-- Record extracts --
"""Flexural strength of any reinforced concrete section by equilibrium and strain compatibility.

Knows no standard: the stress block, strains and factors are given.
"""

from __future__ import annotations

from dataclasses import dataclass

import numpy as np

from ifccheck.mechanics.arrays import Bools, Floats, Ints, rows_of
from ifccheck.mechanics.width_profile import compression_block, width_at

TOLERANCE = 1e-12
"""Relative accuracy of the neutral axis depth and of equilibrium."""

LAST_STEP = 1e-9
"""A Newton step of this relative size leaves an error far below it."""

NEGLIGIBLE_FORCE = 1e-6
"""Steel that can take no more than this [N] is none."""

AT_MIDDLE = 1e-6
"""A layer within this share of the depth from mid-depth is at it."""

NEWTON_STEPS = 12
"""Steps after which every other step halves the bracket, so that the search must end."""

MOST_STEPS = 120

FINISHED_SHARE = 0.3
"""Share of sections in balance above which the rest is worth working on alone."""


@dataclass(frozen=True, slots=True)
class FlexuralStrength:
    """Equilibrium at crushing of the compression face; one row per section (n).

    Depths are measured from the compression face.
    """

    moment: Floats
    """[N*mm]; the same about any axis, because no axial force acts"""
    neutral_axis_depth: Floats
    """[mm]"""
    block_depth: Floats
    """[mm], as the stress block has it, even beyond the section"""
    block_area: Floats
    """Concrete under the block [mm2]"""
    block_centroid: Floats
    """Depth of that area's centroid [mm]"""
    concrete_force: Floats
    """[N]"""
    compression_steel_force: Floats
    """Steel in compression less the concrete that it displaces [N]"""
    compression_steel_depth: Floats
    """[mm]; 0 where there is no such force"""
    tension_force: Floats
    """[N]"""
    tension_depth: Floats
    """[mm]; 0 where there is no such force"""
    lever_arm: Floats
    """Between the resultants of tension and compression [mm]"""


@dataclass(frozen=True, slots=True)
class _Sections:
    """What equilibrium needs, one row per section (n), layers along the second axis."""

    strips: Floats
    depth: Floats
    """Of each layer [mm]"""
    yield_force: Floats
    """Factored force of each layer at yield [N]"""
    elastic_force: Floats
    """Factored force of each layer at the crushing strain, if it were elastic [N]"""
    displaced_force: Floats
    """Force of the concrete that each layer displaces within the block [N]"""
    reach: Floats
    """How far into its diameter the block reaches, less the part that grows with c [1]"""
    reach_rate: Floats
    """That part over c [1/mm]"""
    deepest: Floats
    """Depth of the deepest layer [mm]"""
    block_stress: Floats
    block_factor: Floats

    def take(self, rows: Ints) -> _Sections:
        """The same at the given rows, laid out in memory so that sums over layers are quick."""
        return _Sections(*(rows_of(getattr(self, name), rows) for name in self.__slots__))

    def laid_out(self) -> _Sections:
        """The same, laid out in that way."""
        return _Sections(*(np.asfortranarray(getattr(self, name)) for name in self.__slots__))


def flexural_strength(
    *,
    strips: Floats,
    layer_depth: Floats,
    layer_area: Floats,
    layer_yield: Floats,
    layer_diameter: Floats,
    block_stress: Floats | float,
    block_factor: Floats | float,
    crushing_strain: Floats | float,
    steel_modulus: Floats | float,
    steel_factor: Floats | float,
) -> FlexuralStrength:
    """Moment at which the compression face crushes, all layers on their own strain.

    sum of forces = 0 with eps(y) = eps_cu (c - y)/c, concrete f_block over a = beta c,
    steel phi_s min(Es |eps|, fy); M = sum of force times depth.

    Parameters
    ----------
    strips : array (n, S, 4) [mm]
        Width profile from the compression face.
    layer_depth, layer_area, layer_yield, layer_diameter : arrays (n, L) [mm], [mm2], [MPa], [mm]
        Bar layers; the yield stress is the usable one, already reduced for lack of
        development. Layers of no area are padding.
    block_stress, block_factor : arrays (n) [MPa], [1]
        Factored stress of the rectangular block, and its depth over c.
    crushing_strain, steel_modulus, steel_factor : arrays (n) [1], [MPa], [1]

    Returns
    -------
    FlexuralStrength
        All forces and the moment are 0 where there is no usable steel; nan in gives nan.

    Notes
    -----
    Concrete carries no tension and there is no axial force. Steel in compression loses the
    concrete that it displaces, over the part of the bar that lies within the block, and is
    never taken as less than nothing. That part grows over the bar's diameter, so that the
    sum of forces rises steadily with c and equilibrium has one answer.
    """
    stress, beta, eps_cu, Es, phi_s = (
        np.asarray(a, dtype=np.float64)[..., None]
        for a in (block_stress, block_factor, crushing_strain, steel_modulus, steel_factor)
    )
    ones = np.ones((len(strips), 1))
    sections = _Sections(
        strips=strips,
        depth=layer_depth,
        yield_force=phi_s * layer_area * layer_yield,
        elastic_force=phi_s * layer_area * Es * eps_cu,
        displaced_force=stress * layer_area,
        reach=0.5 - layer_depth / layer_diameter,
        reach_rate=beta / layer_diameter,
        deepest=np.where(layer_area > 0.0, layer_depth, 0.0).max(axis=1, initial=0.0),
        block_stress=(stress * ones)[:, 0],
        block_factor=(beta * ones)[:, 0],
    ).laid_out()
    return _strength(sections, _neutral_axis(sections))


def _steel_forces(sections: _Sections, c: Floats) -> tuple[Floats, Floats]:
    """Net force of each layer, compression positive (n, L), and its slope with c."""
    s = sections
    depth_ratio = s.depth / c[:, None]
    elastic = s.elastic_force * (1.0 - depth_ratio)
    force = np.minimum(np.maximum(elastic, -s.yield_force), s.yield_force)
    rising = np.where(force == elastic, s.elastic_force * depth_ratio / c[:, None], 0.0)
    reached = s.reach + s.reach_rate * c[:, None]
    within = np.minimum(np.maximum(reached, 0.0), 1.0)
    net = force - s.displaced_force * within
    sinking = np.where(within == reached, s.displaced_force * s.reach_rate, 0.0)
    pushing = force > 0.0
    slope = np.where(pushing, np.where(net > 0.0, rising - sinking, 0.0), rising)
    return np.where(pushing, np.maximum(net, 0.0), force), slope


def _out_of_balance(sections: _Sections, c: Floats) -> tuple[Floats, Floats]:
    """Sum of all forces, compression positive, and its slope with c."""
    forces, slopes = _steel_forces(sections, c)
    a = sections.block_factor * c
    area, _ = compression_block(sections.strips, a)
    width = width_at(sections.strips, a)
    balance = sections.block_stress * area + forces.sum(axis=-1)
    return balance, sections.block_stress * sections.block_factor * width + slopes.sum(axis=-1)


def _neutral_axis(sections: _Sections) -> Floats:
    """Depth c at which the forces balance; 0 without usable steel, nan where an input is nan.

    Between 0, where all steel pulls, and the deepest layer, where none does, the sum of forces
    rises from below to above nothing.
    """
    capacity = sections.yield_force.sum(axis=-1)
    guess = _first_guess(sections, capacity)
    known = np.isfinite(guess + (sections.elastic_force + sections.reach_rate).sum(axis=-1))
    c = np.where(capacity <= NEGLIGIBLE_FORCE, 0.0, np.nan)
    rows = np.flatnonzero(known & (capacity > NEGLIGIBLE_FORCE) & (sections.deepest > 0.0))
    if len(rows):
        c[rows] = _search(sections.take(rows), guess[rows], capacity[rows])
    return c


def _search(sections: _Sections, c: Floats, capacity: Floats) -> Floats:
    """Newton's method from a first guess, kept within a bracket, for all sections at once."""
    found = np.full_like(c, np.nan)
    place = np.arange(len(c))
    finished = np.zeros(len(c), dtype=np.bool_)
    low, high = np.zeros_like(c), sections.deepest
    for step in range(MOST_STEPS):
        balance, slope = _out_of_balance(sections, c)
        low, high = np.where(balance < 0.0, c, low), np.where(balance >= 0.0, c, high)
        with np.errstate(divide="ignore", invalid="ignore"):
            better = c - balance / slope
        unsafe = ~((better > low) & (better < high))
        if step >= NEWTON_STEPS and step % 2:
            unsafe[:] = True
        better = np.where(unsafe, (low + high) / 2, better)
        done = (np.abs(balance) <= TOLERANCE * capacity) | (high - low <= TOLERANCE * high)
        last_step = ~unsafe & (np.abs(better - c) <= LAST_STEP * c)
        done |= last_step
        found[place[done]] = np.where(last_step, better, c)[done]
        finished |= done
        if finished.all():
            break
        c = better
        if np.mean(finished) > FINISHED_SHARE:
            going = np.flatnonzero(~finished)
            sections, place, capacity = sections.take(going), place[going], capacity[going]
            low, high, c, finished = low[going], high[going], c[going], finished[going]
    return found


def _first_guess(sections: _Sections, capacity: Floats) -> Floats:
    """Neutral axis if all steel yielded in tension and the section were as wide as on average."""
    height = sections.strips[..., 1].max(axis=-1)
    area, _ = compression_block(sections.strips, height)
    breadth = np.divide(area, height, out=np.ones_like(area), where=area > 0.0)
    c = capacity / np.maximum(sections.block_stress * sections.block_factor * breadth, 1e-300)
    guess: Floats = np.minimum(np.maximum(c, 0.01 * sections.deepest), 0.9 * sections.deepest)
    return guess


def _strength(sections: _Sections, c: Floats) -> FlexuralStrength:
    """Forces and the moment at a neutral axis depth."""
    a = sections.block_factor * c
    area, first = compression_block(sections.strips, a)
    concrete, concrete_moment = sections.block_stress * area, sections.block_stress * first
    forces = _steel_forces(sections, np.where(c > 0.0, c, np.nan))[0]
    forces = np.where((c == 0.0)[:, None], 0.0, forces)
    pushing, pulling = np.maximum(forces, 0.0), np.maximum(-forces, 0.0)
    steel, steel_moment = _resultant(pushing, sections.depth)
    tension, tension_moment = _resultant(pulling, sections.depth)
    compression_depth = _ratio(concrete_moment + steel_moment, concrete + steel)
    return FlexuralStrength(
        moment=tension_moment - concrete_moment - steel_moment,
        neutral_axis_depth=c,
        block_depth=a,
        block_area=area,
        block_centroid=_ratio(first, area),
        concrete_force=concrete,
        compression_steel_force=steel,
        compression_steel_depth=_ratio(steel_moment, steel),
        tension_force=tension,
        tension_depth=_ratio(tension_moment, tension),
        lever_arm=_ratio(tension_moment, tension) - compression_depth,
    )


def _resultant(forces: Floats, depths: Floats) -> tuple[Floats, Floats]:
    """Sum of the layers' forces and of their moments about the compression face."""
    total: Floats = forces.sum(axis=-1)
    moment: Floats = (forces * depths).sum(axis=-1)
    return total, moment


def _ratio(moment: Floats, force: Floats) -> Floats:
    """moment/force, 0 where there is no force."""
    ratio: Floats = np.divide(moment, force, out=np.zeros_like(force), where=force != 0.0)
    return ratio


def tension_side(layer_depth: Floats, layer_area: Floats, depth: Floats) -> Bools:
    """Layers with steel in the half of the depth on the tension side (n, L).

    One at mid-depth is in neither half, so that it cannot serve both faces.

    Parameters
    ----------
    layer_depth, layer_area : arrays (n, L) [mm], [mm2]
        Depths from the compression face.
    depth : array (n) [mm]
        Overall depth of the section.
    """
    side: Bools = ~(layer_area <= 0.0) & (layer_depth > depth[:, None] * (0.5 + AT_MIDDLE))
    return side


def centroid_depth(layer_depth: Floats, layer_area: Floats) -> Floats:
    """Depth of the centroid of the layers' area; nan where there is no area.

    Parameters
    ----------
    layer_depth, layer_area : arrays (n, L) [mm], [mm2]

    Returns
    -------
    array (n) [mm]
    """
    area, moment = _resultant(layer_area, layer_depth)
    centroid: Floats = np.divide(moment, area, out=np.full_like(area, np.nan), where=area > 0.0)
    return centroid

-- Assigned task --
Where the line with "FINISHED_SHARE = 0.3" ends, your copy should end too; please return exactly the lines from the first line of the data through it.

-- Written answer --
"""Flexural strength of any reinforced concrete section by equilibrium and strain compatibility.

Knows no standard: the stress block, strains and factors are given.
"""

from __future__ import annotations

from dataclasses import dataclass

import numpy as np

from ifccheck.mechanics.arrays import Bools, Floats, Ints, rows_of
from ifccheck.mechanics.width_profile import compression_block, width_at

TOLERANCE = 1e-12
"""Relative accuracy of the neutral axis depth and of equilibrium."""

LAST_STEP = 1e-9
"""A Newton step of this relative size leaves an error far below it."""

NEGLIGIBLE_FORCE = 1e-6
"""Steel that can take no more than this [N] is none."""

AT_MIDDLE = 1e-6
"""A layer within this share of the depth from mid-depth is at it."""

NEWTON_STEPS = 12
"""Steps after which every other step halves the bracket, so that the search must end."""

MOST_STEPS = 120

FINISHED_SHARE = 0.3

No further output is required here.